### What needs to be done
Which of the lines below mention the word "paint"? Pull each one out.

[[ Data for analysis open ]]

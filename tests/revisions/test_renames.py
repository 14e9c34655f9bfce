"""Renamed terms: one term under two names moves nothing, and is called by its new name throughout.

Expected figures are made by hand from 1/U = sum of the resistances on the basis area, as Incropera, DeWitt, Bergman
and Lavine, Fundamentals of Heat and Mass Transfer, state it for a tube.
"""

from __future__ import annotations

import json
import shutil
from pathlib import Path

import pytest
from two_sides import EXAMPLES, STATED, example, seal, with_value

from calcbook.interface import solve_file
from calcbook.record import digest_of, markdown, results_text, software_of
from calcbook.revisions.comparison import Comparison, compare, comparison_blocks
from calcbook.revisions.sides import load_side

RENAMED = STATED.replace("inside deposit", "scale").replace("name: wall", "name: tube metal")
ACCEPTED = """\
  - {that: R inside deposit service <= 3e-4 m^2 K/W, source: the inside deposit of the standard 3}
report:"""


def compared(folder: Path, old: str, new: str, results: tuple[str, ...] = ("U_service",)) -> Comparison:
    for name, text in (("old.yaml", old), ("new.yaml", new)):
        (folder / name).write_text(text, encoding="utf-8")
    sides = [load_side(name, folder, folder / "output") for name in ("old.yaml", "new.yaml")]
    return compare(*sides, results)


def ids(comparison: Comparison) -> list[tuple[str, str]]:
    return [(change.id, change.kind) for change in comparison.changes]


def test_a_new_name_alone_is_a_wording_that_moves_nothing(tmp_path: Path) -> None:
    comparison = compared(tmp_path, STATED, RENAMED)
    assert ids(comparison) == [
        ("resistances/scale/name", "text only"),
        ("resistances/tube metal/name", "text only"),
    ]
    assert comparison.attributions[0].parts == () and not comparison.is_empty
    assert {item.term for item in comparison.terms} == {
        *("inside film", "scale", "tube metal", "outside deposit", "outside film"),
    }
    assert all(item.difference == 0.0 for item in (*comparison.terms, *comparison.results))
    counts = {item.what: (item.count, item.total) for item in comparison.unchanged}
    assert counts["terms"] == (5, 5)
    page = markdown(comparison_blocks(comparison))
    row = "| resistances/scale/name | text only | term scale, name | inside deposit | scale | | |"
    assert row in page.splitlines()


def test_a_value_that_changed_beside_a_name_has_the_whole_part(tmp_path: Path) -> None:
    comparison = compared(tmp_path, STATED, with_value(RENAMED, "R_fi", "3.5e-4 m^2 K/W"))
    (part,) = comparison.attributions[0].parts
    assert part.changes == ("givens/R_fi",)
    # The allowance acts on the bore: (3.5e-4 - 1.8e-4) * 19.05/14.83.
    assert part.resistance == pytest.approx(1.7e-4 * 19.05 / 14.83, rel=1e-9)
    assert part.alone == pytest.approx(part.part, rel=1e-12)


def test_criteria_follow_the_name_and_prose_does_not(tmp_path: Path) -> None:
    old = STATED.replace("report:", ACCEPTED)
    new = old.replace("{name: inside deposit", "{name: scale").replace("R inside deposit", "R scale")
    comparison = compared(tmp_path, old, new, ("U_service", "R scale service"))
    assert ids(comparison) == [("resistances/scale/name", "text only")]
    assert comparison.verdicts == ()
    assert "the inside deposit of the standard 3" in comparison.old.document.text
    moved = compared(tmp_path, old, new.replace("standard 3}\nreport", "standard 4}\nreport"))
    assert [kind for _, kind in ids(moved)] == ["text only", "criterion"]


def test_accepted_checks_follow_the_name(tmp_path: Path) -> None:
    shutil.copy(EXAMPLES / "book.yaml", tmp_path)
    old = example("fw-601")
    new = old.replace("name: sample film", "name: film of the sample").replace(
        "check: sample film", "check: film of the sample"
    )
    comparison = compared(tmp_path, old, new)
    assert ids(comparison) == [("resistances/film of the sample/name", "text only")]
    assert not (comparison.checks or comparison.opened or comparison.closed)


def test_a_share_of_a_fouling_of_the_whole_unit_follows_the_name(tmp_path: Path) -> None:
    old = (
        STATED.replace(", resistance: R_fi, on: inside}", ", on: inside}")
        .replace(", resistance: R_fo, on: outside}", ", on: outside}")
        .replace("  R_fo: {value: 1.8e-4 m^2 K/W, is: outside allowance, source: standard 3}\n", "")
        .replace("  R_fi: {value: 1.8e-4 m^2 K/W, is: inside allowance, source: standard 3}\n", "")
        .replace(
            "acceptance:",
            "fouling specified as:\n  cleanliness: {value: 0.8, source: specification 4}\n"
            "  split:\n    inside deposit: {value: 0.25, source: specification 4}\n"
            "    outside deposit: {value: 0.75, source: specification 4}\nacceptance:",
        )
    )
    comparison = compared(tmp_path, old, old.replace("inside deposit", "scale"))
    assert ids(comparison) == [("resistances/scale/name", "text only")]
    assert comparison.attributions[0].difference == 0.0


def test_a_name_inside_a_longer_one_stays(tmp_path: Path) -> None:
    """`film` is another term than `inside film`, and a kind of term too."""
    old = STATED.replace("name: outside film", "name: film").replace(
        "report:",
        "  - {that: h inside film service >= 4000 W/(m^2 K), source: s}\n"
        "  - {that: R film service <= 0.001 m^2 K/W, source: s}\nreport:",
    )
    new = old.replace("name: film", "name: shell film").replace("R film", "R shell film")
    assert ids(compared(tmp_path, old, new)) == [("resistances/shell film/name", "text only")]


def test_names_that_were_exchanged_are_no_new_names(tmp_path: Path) -> None:
    """Both names are on both sides: it is the terms under them that changed."""
    new = (
        STATED.replace("inside deposit", "x")
        .replace("outside deposit", "inside deposit")
        .replace("name: x,", "name: outside deposit,")
    )
    comparison = compared(tmp_path, STATED, new)
    assert not [change for change in comparison.changes if change.kind == "text only"]


def test_twins_are_taken_in_their_order_and_only_as_many_as_are_gone(tmp_path: Path) -> None:
    line = "  - {name: paint, kind: stated, resistance: {value: 1e-5 m^2 K/W, source: s}, on: outside}\n"
    film = "  - {name: outside film,"
    old = STATED.replace(film, line + line.replace("paint", "primer") + film)
    new = old.replace("paint", "top coat").replace("primer", "first coat")
    assert [change.title for change in compared(tmp_path, old, new).changes] == [
        "term top coat, name",
        "term first coat, name",
    ]
    third = new.replace(film, line.replace("paint", "third coat") + film)
    kinds = [change.kind for change in compared(tmp_path, old, third).changes]
    assert sorted(kinds) == ["added"] * 3 + ["removed"] * 2


def test_a_term_that_changed_beside_its_name_is_another_term(tmp_path: Path) -> None:
    new = STATED.replace(
        "{name: inside deposit, kind: fouling, resistance: R_fi, on: inside}",
        "{name: scale, kind: fouling, resistance: R_fo, on: inside}",
    )
    kinds = dict(ids(compared(tmp_path, STATED, new)))
    assert kinds == {"resistances/inside deposit": "removed", "resistances/scale": "added"}


def test_branches_and_groups_of_parallel_terms_have_new_names_too(tmp_path: Path) -> None:
    shutil.copy(EXAMPLES / "book.yaml", tmp_path)
    old = example("sl-301")
    new = old.replace("name: radiation", "name: radiation to the yard").replace(
        "name: weather side", "name: outer side"
    )
    comparison = compared(tmp_path, old, new)
    assert [change.title for change in comparison.changes] == [
        "term outer side, name",
        "term radiation to the yard, name",
    ]
    one = compared(tmp_path, old, old.replace("name: weather side", "name: outer side"))
    assert ids(one) == [("resistances/outer side/name", "text only")]


def test_what_was_recorded_is_found_under_the_old_names(tmp_path: Path) -> None:
    folder = tmp_path / "output" / "CV-1" / "issued" / "A"
    folder.mkdir(parents=True)
    (folder / "calculation.yaml").write_text(STATED, encoding="utf-8")
    solved = solve_file(folder / "calculation.yaml")
    digest = digest_of(solved)
    recorded = json.loads(results_text(solved, digest, software_of(digest)))
    recorded["results"]["R inside deposit service"]["value"] *= 1.1
    (folder / "results.json").write_text(json.dumps(recorded), encoding="utf-8")
    seal(folder, "CV-1", "A")
    new = tmp_path / "new.yaml"
    new.write_text(RENAMED.replace("revision: A", "revision: B"), encoding="utf-8")
    sides = [load_side(name, tmp_path, tmp_path / "output") for name in ("CV-1@A", "new.yaml")]
    comparison = compare(*sides)
    moved = [part.name for part in comparison.software if part.software]
    assert moved == ["R inside deposit service"]
    assert comparison.old.digest == sides[0].digest and comparison.software_checks == ()


def test_history_of_a_survey_stays_with_the_renamed_side(tmp_path: Path) -> None:
    shutil.copytree(EXAMPLES, tmp_path, dirs_exist_ok=True)
    old = example("wc-111")
    name = next(line.split("name: ")[1].split(",")[0] for line in old.splitlines() if "kind: fouling" in line)
    comparison = compared(tmp_path, old, old.replace(f"name: {name},", "name: bore scale,"))
    assert ids(comparison) == [("resistances/bore scale/name", "text only")]
    fitted = [item for item in comparison.results if item.name.startswith(("fitted ", "allowance_"))]
    assert fitted and all(item.difference == 0.0 for item in fitted)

[[ Data for analysis closed ]]

### Answer for the task
    line = "  - {name: paint, kind: stated, resistance: {value: 1e-5 m^2 K/W, source: s}, on: outside}\n"
    old = STATED.replace(film, line + line.replace("paint", "primer") + film)
    new = old.replace("paint", "top coat").replace("primer", "first coat")
    third = new.replace(film, line.replace("paint", "third coat") + film)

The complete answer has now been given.